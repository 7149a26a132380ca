/* Arithmetic of values: negation, + - * / ^, comparisons and factorials, each with the size
   checks that refuse a result too large to hold before computing it. New references, or NULL
   after reporting at the node responsible. */
#include <math.h>
#include <stdlib.h>
#include <string.h>

#include "diag.h"
#include "eval.h"
#include "eval_arith.h"
#include "interp.h"
#include "real_ops.h"
#include "series_ops.h"
#include "util.h"
#include "value_str.h"

/* Exponents and factorial arguments beyond these would not fit in memory. */
#define EVAL_MAX_RESULT_BITS 200000000.0

value *eval_neg(interp *I, scope *s, const node *n)
{
    value *a = eval_expr(I, s, n->a);
    if (!a)
        return NULL;
    if (a->kind == V_STR || a->kind == V_LIST) {
        const char *msg = a->kind == V_STR ? "cannot negate a string" : "cannot negate a list";
        value_release(a);
        return eval_fail(n, msg);
    }
    value *r;
    if (a->kind == V_NUM) {
        r = value_new_num(&I->ring);
        fmpq_mpoly_neg(r->num, a->num, I->ring.ctx);
    } else if (a->kind == V_SERIES || a->kind == V_REAL) {
        value *m = value_new_si(&I->ring, -1);
        r = a->kind == V_REAL ? real_arith(I, n, '*', m, a) : series_arith(I, n, '*', m, a);
        value_release(m);
    } else {
        value *m = value_new_si(&I->ring, -1);
        r = value_new_class(cx_mul(value_to_class(m), value_to_class(a)), &I->ring);
        value_release(m);
    }
    value_release(a);
    return r;
}

/* log2 |x| (0 for x = 0), so that the size of x^e is e log2 |x| bits. */
static double eval_log2_abs(const fmpz_t x)
{
    if (fmpz_is_zero(x))
        return 0.0;
    fmpz_t a;
    fmpz_init(a);
    fmpz_abs(a, x);
    double r = fmpz_dlog(a) / M_LN2;
    fmpz_clear(a);
    return r;
}

/* Checks that base^e stays within memory before computing it. */
static int eval_pow_size_ok(interp *I, const node *n, const value *base, slong e)
{
    double bits = 1.0;
    fmpq_t q;
    fmpq_init(q);
    if (scalar_get_fmpq(q, base->num, &I->ring))
        bits = eval_log2_abs(fmpq_numref(q)) + eval_log2_abs(fmpq_denref(q));
    else
        bits = 64.0 * fmpq_mpoly_length(base->num, I->ring.ctx);
    fmpq_clear(q);
    if (fmpq_mpoly_is_zero(base->num, I->ring.ctx) || fmpq_mpoly_is_one(base->num, I->ring.ctx))
        return 1;
    double est = bits * (double)(e < 0 ? -e : e);
    if (est <= EVAL_MAX_RESULT_BITS)
        return 1;
    diag_error(&n->loc, "this power would need about %.3g bits, above the limit of %.3g", est,
               EVAL_MAX_RESULT_BITS);
    return 0;
}

/* Refuses a power of a polynomial with too many terms: in v variables of total
   degree d, a^e has at most binomial(v + d e, v) terms. */
static int eval_pow_terms_ok(interp *I, const node *n, const value *a, slong e)
{
    slong deg[SCALAR_MAX_VARS], v = 0;
    if (e <= 1 || fmpq_mpoly_length(a->num, I->ring.ctx) <= 1)
        return 1;
    fmpq_mpoly_degrees_si(deg, a->num, I->ring.ctx);
    for (int i = 0; i < SCALAR_MAX_VARS; i++)
        v += deg[i] > 0;
    double D = (double)fmpq_mpoly_total_degree_si(a->num, I->ring.ctx) * (double)e;
    double terms = exp(lgamma(v + D + 1) - lgamma(v + 1.0) - lgamma(D + 1));
    if (terms <= (double)I->lim.max_class_terms)
        return 1;
    diag_error(&n->loc, "this power would have about %.3g terms, above the limit of %.3g (raise it with --max-terms N)",
               terms, (double)I->lim.max_class_terms);
    return 0;
}

static value *eval_pow_num(interp *I, const node *n, const value *a, slong e)
{
    if (!eval_pow_size_ok(I, n, a, e) || !eval_pow_terms_ok(I, n, a, e))
        return NULL;
    value *r = value_new_num(&I->ring);
    if (e >= 0) {
        fmpq_mpoly_pow_ui(r->num, a->num, (ulong)e, I->ring.ctx);
        scalar_normalise(r->num, &I->ring);
        return r;
    }
    fmpq_t q;
    fmpq_init(q);
    int ok = scalar_get_fmpq(q, a->num, &I->ring) && !fmpq_is_zero(q);
    if (ok) {
        fmpq_inv(q, q);
        fmpq_pow_si(q, q, -e);
        fmpq_mpoly_set_fmpq(r->num, q, I->ring.ctx);
    } else if (scalar_is_unit(a->num, &I->ring)) {
        /* a rational times a power of pi: its inverse is in the ring */
        fmpq_mpoly_t one;
        fmpq_mpoly_init(one, I->ring.ctx);
        fmpq_mpoly_one(one, I->ring.ctx);
        ok = scalar_div(one, one, a->num, &I->ring);
        fmpq_mpoly_pow_ui(r->num, one, (ulong)-e, I->ring.ctx);
        scalar_normalise(r->num, &I->ring);
        fmpq_mpoly_clear(one, I->ring.ctx);
    }
    fmpq_clear(q);
    if (ok)
        return r;
    value_release(r);
    return eval_fail(n, fmpq_mpoly_is_zero(a->num, I->ring.ctx)
                            ? "division by zero: 0 to a negative power"
                            : "a polynomial to a negative power is not a polynomial (only a number "
                              "times a power of pi is invertible)");
}

static value *eval_pow(interp *I, scope *s, const node *n, value *a)
{
    slong e;
    if (!eval_slong(I, s, n->b, "exponent", a->kind == V_CLASS ? 0 : WORD_MIN / 2, &e))
        return NULL;
    if (a->kind == V_NUM)
        return eval_pow_num(I, n, a, e);
    if (a->kind == V_SERIES)
        return series_pow(I, n, a, e);
    if (a->kind == V_REAL)
        return real_pow(I, n, a, e);
    if (a->kind == V_STR || a->kind == V_LIST)
        return eval_fail(n, "only numbers, classes and series have powers");
    return value_new_class(cx_pow(value_to_class(a), e, n), &I->ring);
}

/* Exact division of scalars: by a number times a power of pi always (values
   are Laurent polynomials in pi), by anything else only when it divides exactly. */
static value *eval_div_num(interp *I, const node *n, const value *a, const value *b)
{
    const node *divisor = n->b != NULL ? n->b : n;   /* the error points at what fails */
    if (fmpq_mpoly_is_zero(b->num, I->ring.ctx))
        return eval_fail(divisor, "division by zero");
    value *r = value_new_num(&I->ring);
    if (scalar_div(r->num, a->num, b->num, &I->ring))
        return r;
    value_release(r);
    return eval_fail(divisor, "the divisor does not divide exactly (values are polynomials in the variables, Laurent "
                        "in pi: only a number times a power of pi can always be divided by; there are no "
                        "rational functions)");
}

value *eval_arith_num(interp *I, const node *n, const value *a, const value *b)
{
    if (n->op == '/')
        return eval_div_num(I, n, a, b);
    value *r = value_new_num(&I->ring);
    if (n->op == '+')
        fmpq_mpoly_add(r->num, a->num, b->num, I->ring.ctx);
    else if (n->op == '-')
        fmpq_mpoly_sub(r->num, a->num, b->num, I->ring.ctx);
    else
        fmpq_mpoly_mul(r->num, a->num, b->num, I->ring.ctx);
    scalar_normalise(r->num, &I->ring);
    return r;
}

value *eval_arith_class(interp *I, const node *n, const value *a, const value *b)
{
    if (n->op == '/') {
        if (b->kind != V_NUM)
            return eval_fail(n, "cannot divide by a class");
        value *one = value_new_si(&I->ring, 1);
        value *inv = eval_div_num(I, n, one, b);
        value_release(one);
        if (!inv)
            return NULL;
        value *r = value_new_class(cx_mul(value_to_class(a), value_to_class(inv)), &I->ring);
        value_release(inv);
        return r;
    }
    cx *ca = value_to_class(a), *cb = value_to_class(b);
    if (n->op == '-') {
        value *m = value_new_si(&I->ring, -1);
        cb = cx_mul(value_to_class(m), cb);
        value_release(m);
    }
    return value_new_class(n->op == '*' ? cx_mul(ca, cb) : cx_add(ca, cb), &I->ring);
}

value *eval_binop(interp *I, scope *s, const node *n)
{
    value *a = eval_expr(I, s, n->a);
    if (!a)
        return NULL;
    if (n->op == '^') {
        value *r = eval_pow(I, s, n, a);
        value_release(a);
        return r;
    }
    value *b = eval_expr(I, s, n->b);
    value *r = NULL;
    if (b && (a->kind == V_STR || b->kind == V_STR))
        eval_fail(n, "arithmetic on strings is not defined");
    else if (b && (a->kind == V_LIST || b->kind == V_LIST))
        eval_fail(n, "arithmetic on lists is not defined (build a new list with seq_{i=a..b} E)");
    else if (b && (a->kind == V_REAL || b->kind == V_REAL))
        r = real_arith(I, n, n->op, a, b);
    else if (b && (a->kind == V_SERIES || b->kind == V_SERIES))
        r = series_arith(I, n, n->op, a, b);
    else if (b && a->kind == V_NUM && b->kind == V_NUM)
        r = eval_arith_num(I, n, a, b);
    else if (b)
        r = eval_arith_class(I, n, a, b);
    value_release(a);
    value_release(b);
    return r;
}

/* Compares two scalars; ordering needs rational constants. Returns -2 on error. */
static int eval_compare_values(interp *I, const node *n, const value *a, const value *b)
{
    if ((a->kind == V_REAL && (b->kind == V_REAL || b->kind == V_NUM))
        || (b->kind == V_REAL && a->kind == V_NUM))
        return real_compare(I, n, a, b);
    if (a->kind != V_NUM || b->kind != V_NUM) {
        eval_fail(n, "only numbers can be compared");
        return -2;
    }
    if (n->op == CMP_EQ || n->op == CMP_NE)
        return fmpq_mpoly_equal(a->num, b->num, I->ring.ctx) ? 0 : 1;
    fmpq_t x, y;
    fmpq_init(x);
    fmpq_init(y);
    int c = -2;
    if (scalar_get_fmpq(x, a->num, &I->ring) && scalar_get_fmpq(y, b->num, &I->ring))
        c = fmpq_cmp(x, y);
    else
        eval_fail(n, "ordering needs rational numbers (pi and variables have no exact order here)");
    fmpq_clear(x);
    fmpq_clear(y);
    return c;
}

value *eval_compare(interp *I, scope *s, const node *n)
{
    value *a = eval_expr(I, s, n->a);
    value *b = a ? eval_expr(I, s, n->b) : NULL;
    int c = b ? eval_compare_values(I, n, a, b) : -2;
    value_release(a);
    value_release(b);
    if (c == -2)
        return NULL;
    int truth = n->op == CMP_EQ ? c == 0 : n->op == CMP_NE ? c != 0 : n->op == CMP_LT ? c < 0
              : n->op == CMP_LE ? c <= 0 : n->op == CMP_GT ? c > 0 : c >= 0;
    return value_new_si(&I->ring, truth);
}

value *eval_factorial(interp *I, scope *s, const node *n)
{
    slong k;
    int dbl = n->op == 2;
    if (!eval_slong(I, s, n->a, dbl ? "argument of !!" : "argument of !", dbl ? -1 : 0, &k))
        return NULL;
    double bits = k > 1 ? (double)k * (log2((double)k) - 1.4426950408889634) / (dbl ? 2.0 : 1.0) : 1.0;
    if (bits > EVAL_MAX_RESULT_BITS) {
        diag_error(&n->loc, "this factorial would need about %.3g bits, above the limit of %.3g", bits,
                   EVAL_MAX_RESULT_BITS);
        return NULL;
    }
    fmpz_t f;
    fmpz_init(f);
    if (!dbl) {
        fmpz_fac_ui(f, (ulong)k);
    } else if (k <= 0) {
        fmpz_one(f);
    } else if (k % 2 == 0) {
        /* (2m)!! = 2^m m! */
        fmpz_fac_ui(f, (ulong)(k / 2));
        fmpz_mul_2exp(f, f, (ulong)(k / 2));
    } else {
        /* (2m+1)!! = (2m+1)! / (2^m m!) */
        fmpz_t d;
        fmpz_init(d);
        fmpz_fac_ui(f, (ulong)k);
        fmpz_fac_ui(d, (ulong)(k / 2));
        fmpz_mul_2exp(d, d, (ulong)(k / 2));
        fmpz_divexact(f, f, d);
        fmpz_clear(d);
    }
    value *r = value_new_num(&I->ring);
    fmpq_mpoly_set_fmpz(r->num, f, I->ring.ctx);
    fmpz_clear(f);
    return r;
}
════════════════
The problem: Track down all lines above with the string "that" and copy them.

Written solution:
   checks that refuse a result too large to hold before computing it. New references, or NULL
/* log2 |x| (0 for x = 0), so that the size of x^e is e log2 |x| bits. */
/* Checks that base^e stays within memory before computing it. */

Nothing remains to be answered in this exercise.